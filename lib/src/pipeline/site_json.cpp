#include "site_json.hpp"

#include <nlohmann/json.hpp>

namespace stagewell {
namespace {

nlohmann::json section_json(const SectionSpec& spec) {
  nlohmann::json out = {{"shape", std::string(name(spec.shape))}};
  switch (spec.shape) {
    case Shape::rectangular:
      out["width"] = spec.width;
      out["height"] = spec.height;
      break;
    case Shape::trapezoidal:
      out["width"] = spec.width;
      out["side_slope"] = {spec.side_slope_left, spec.side_slope_right};
      out["height"] = spec.height;
      break;
    case Shape::triangular:
      out["side_slope"] = {spec.side_slope_left, spec.side_slope_right};
      out["height"] = spec.height;
      break;
    case Shape::circular:
      out["diameter"] = spec.diameter;
      break;
    case Shape::surveyed: {
      auto points = nlohmann::json::array();
      for (const auto& [station, elevation] : spec.points) points.push_back({station, elevation});
      out["points"] = std::move(points);
      out["breaks"] = spec.breaks;
      break;
    }
  }
  return out;
}

template <typename T>
nlohmann::json optional_json(const std::optional<T>& value) {
  return value ? nlohmann::json(*value) : nlohmann::json(nullptr);
}

}  // namespace

namespace {

nlohmann::json site_json(const SiteConfig& site, units::System system) {
  // Keys sorted (nlohmann's default object is ordered by key), numbers in shortest round-trip
  // form: the same configuration always gives the same text, hence the same version.
  const nlohmann::json out = {
      {"units", std::string(units::name(system))},
      {"section", section_json(site.section)},
      {"roughness", site.roughness},
      {"slope", site.slope},
      {"stage",
       {{"units", std::string(units::symbol(site.stage.units))},
        {"offset", site.stage.offset},
        {"zero_flow", site.stage.zero_flow}}},
      {"checks",
       {{"min_stage", optional_json(site.checks.min_stage)},
        {"max_stage", optional_json(site.checks.max_stage)},
        {"spike", optional_json(site.checks.spike)},
        {"spike_window", site.checks.spike_window},
        {"max_rate", optional_json(site.checks.max_rate)},
        {"flatline_s", site.checks.flatline_s},
        {"max_gap_s", site.checks.max_gap_s},
        {"max_clock_skew_s", site.checks.max_clock_skew_s},
        {"unsteady", site.checks.unsteady}}},
      {"uncertainty",
       {{"roughness", site.uncertainty.roughness},
        {"slope", site.uncertainty.slope},
        {"stage", site.uncertainty.stage}}},
  };
  return out;
}

}  // namespace

std::string site_config_json(const SiteConfig& site, units::System system) {
  return site_json(site, system).dump();
}

std::string site_config_json(const SiteConfig& site, units::System system,
                             const StageCorrection* correction) {
  nlohmann::json out = site_json(site, system);
  if (correction != nullptr) {
    out["correction"] = {{"from_ms", correction->from_ms},
                         {"to_ms", correction->to_ms},
                         {"offset", correction->offset},
                         {"drift", correction->drift}};
  }
  return out.dump();
}

}  // namespace stagewell
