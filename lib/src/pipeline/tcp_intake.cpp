#include "stagewell/tcp_intake.hpp"

#include <fmt/format.h>

namespace stagewell {
namespace {

constexpr std::string_view kByteOrderMark = "\xEF\xBB\xBF";
// Longest reason in an error line, bytes: enough to quote the offending value.
constexpr std::size_t kLongestReason = 300;

std::string_view trim(std::string_view text) {
  while (!text.empty() && (text.front() == ' ' || text.front() == '\t')) text.remove_prefix(1);
  while (!text.empty() && (text.back() == ' ' || text.back() == '\t')) text.remove_suffix(1);
  return text;
}

// A reply is one line of text whatever the input was: control bytes become '?', and a long reason
// is cut at a UTF-8 character boundary.
std::string one_line(std::string_view text) {
  if (text.size() > kLongestReason) {
    std::size_t cut = kLongestReason;
    while (cut > 0 && (static_cast<unsigned char>(text[cut]) & 0xC0) == 0x80) --cut;
    text = text.substr(0, cut);
  }
  std::string out(text);
  for (char& c : out) {
    if (static_cast<unsigned char>(c) < 0x20 || c == 0x7F) c = '?';
  }
  return out;
}

// One CSV field holding `name` (the column names come from the configuration and may hold commas).
std::string quoted_field(std::string_view name) {
  std::string out = "\"";
  for (const char c : name) {
    out += c;
    if (c == '"') out += '"';
  }
  return out + "\"";
}

}  // namespace

namespace reply {
std::string ok(std::int64_t line) { return fmt::format("ok {}\n", line); }
std::string error(std::int64_t line, std::string_view kind, std::string_view reason) {
  return fmt::format("error {} {} {}\n", line, kind, one_line(reason));
}
std::string refused(std::string_view what, std::string_view reason) {
  return fmt::format("refused {} {}\n", what, one_line(reason));
}
std::string closing(std::string_view reason) {
  return fmt::format("closing {}\n", one_line(reason));
}
std::string store_failed() {
  return closing("the store failed; send again the lines after your last ok");
}
}  // namespace reply

bool same_secret(std::string_view given, std::string_view secret) {
  // Every byte of the secret is compared, whatever `given` holds, and differences are only ORed
  // together: no early exit, so the time depends on the secret's length alone.
  unsigned difference = given.size() == secret.size() ? 0U : 1U;
  for (std::size_t i = 0; i < secret.size(); ++i) {
    const auto g = static_cast<unsigned char>(i < given.size() ? given[i] : 0);
    difference |= static_cast<unsigned>(g ^ static_cast<unsigned char>(secret[i]));
  }
  return difference == 0;
}

Result<TcpIntake> TcpIntake::create(const SourceSpec& spec, std::string source_name,
                                    Ingestor& ingestor) {
  auto intake = LineIntake::create(spec, std::move(source_name), ingestor);
  if (!intake) return std::unexpected(intake.error());
  return TcpIntake(spec, std::move(*intake));
}

TcpIntake::TcpIntake(const SourceSpec& spec, LineIntake intake)
    : secret_(spec.tcp.secret),
      columns_(spec.columns),
      need_site_(!spec.site.has_value()),
      intake_(std::move(intake)),
      splitter_(spec.tcp.max_line_bytes) {
  if (need_site_) default_header_ = quoted_field(columns_.site) + ",";
  default_header_ += quoted_field(columns_.time) + "," + quoted_field(columns_.stage);
}

Result<void> TcpIntake::feed(std::string_view bytes, std::string& replies) {
  replies_ = &replies;
  splitter_.feed(bytes, [this](const Line& line) { on_line(line); });
  replies_ = nullptr;
  return status_;
}

Result<void> TcpIntake::finish(std::string& replies) {
  replies_ = &replies;
  splitter_.finish([this](const Line& line) { on_line(line); });
  replies_ = nullptr;
  return status_;
}

void TcpIntake::committed() { acked_ = number_; }

bool TcpIntake::batch_dropped(std::string& replies) {
  if (!awaiting_commit()) return false;
  report_ack(replies);
  replies += reply::store_failed();
  dropped_ = true;
  return true;
}

void TcpIntake::report_ack(std::string& replies) {
  if (acked_ <= reported_ || refusal_) return;
  replies += reply::ok(acked_);
  reported_ = acked_;
}

void TcpIntake::refuse(std::string_view reason) {
  refusal_ = std::string(reason);
  *replies_ += reply::refused("auth", reason);
}

bool TcpIntake::authenticate(const Line& line) {
  const std::string_view text = line.text;
  const bool auth_line = text == "auth" || text.starts_with("auth ");
  if (!auth_line) {
    if (secret_) {
      refuse("the first line must be: auth <secret>");
      return true;
    }
    authenticated_ = true;  // no secret: this is the first line of readings
    return false;
  }
  // The secret is never logged or stored: this line goes nowhere but here.
  if (secret_ && (line.too_long || !same_secret(trim(text.substr(4)), *secret_))) {
    refuse("wrong secret");
    return true;
  }
  authenticated_ = true;
  return true;
}

void TcpIntake::choose_columns(const Line& line) {
  std::string_view text = line.text;
  if (line.number == 1 && text.starts_with(kByteOrderMark)) text.remove_prefix(3);
  const std::string_view content = trim(text);
  if (content.empty() || content.front() == '#') return;  // skipped; the next line decides
  if (!line.too_long && map_header(text, columns_, need_site_)) return;  // a header: parsed below
  // Not a header: the source's columns in their default order, and this line is a reading.
  intake_.assume_header(default_header_);
}

void TcpIntake::on_line(const Line& raw_line) {
  // A spoiled or dropped batch, or a refusal: nothing more is read.
  if (!status_ || dropped_ || refusal_) return;
  if (!authenticated_ && authenticate(raw_line)) return;
  const Line line{raw_line.text, ++number_, raw_line.too_long};
  if (!intake_.has_header()) choose_columns(line);

  auto taken = intake_.take(line);
  if (!taken) {
    last_stored_line_ = line.number;  // it may be half in the batch, which is spoiled now
    status_ = std::unexpected(std::move(taken.error()));
    return;
  }
  if (taken->reached_store()) last_stored_line_ = line.number;
  if (taken->kind == LineOutcome::Kind::rejected || taken->kind == LineOutcome::Kind::conflict) {
    // Kept in rejects, and the client told at once; a later `ok` covers the line.
    *replies_ += reply::error(line.number, taken->reject_kind, taken->reason);
  }
  // A header, blank or comment line needs no storing: it is acknowledged as soon as every line
  // before it is.
  if (last_stored_line_ <= acked_) acked_ = number_;
}

}  // namespace stagewell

WHAT YOU NEED TO DO:
Pick each line holding the word "configuration" out of the data and copy it.

ANSWER SECTION:
  // form: the same configuration always gives the same text, hence the same version.
// One CSV field holding `name` (the column names come from the configuration and may hold commas).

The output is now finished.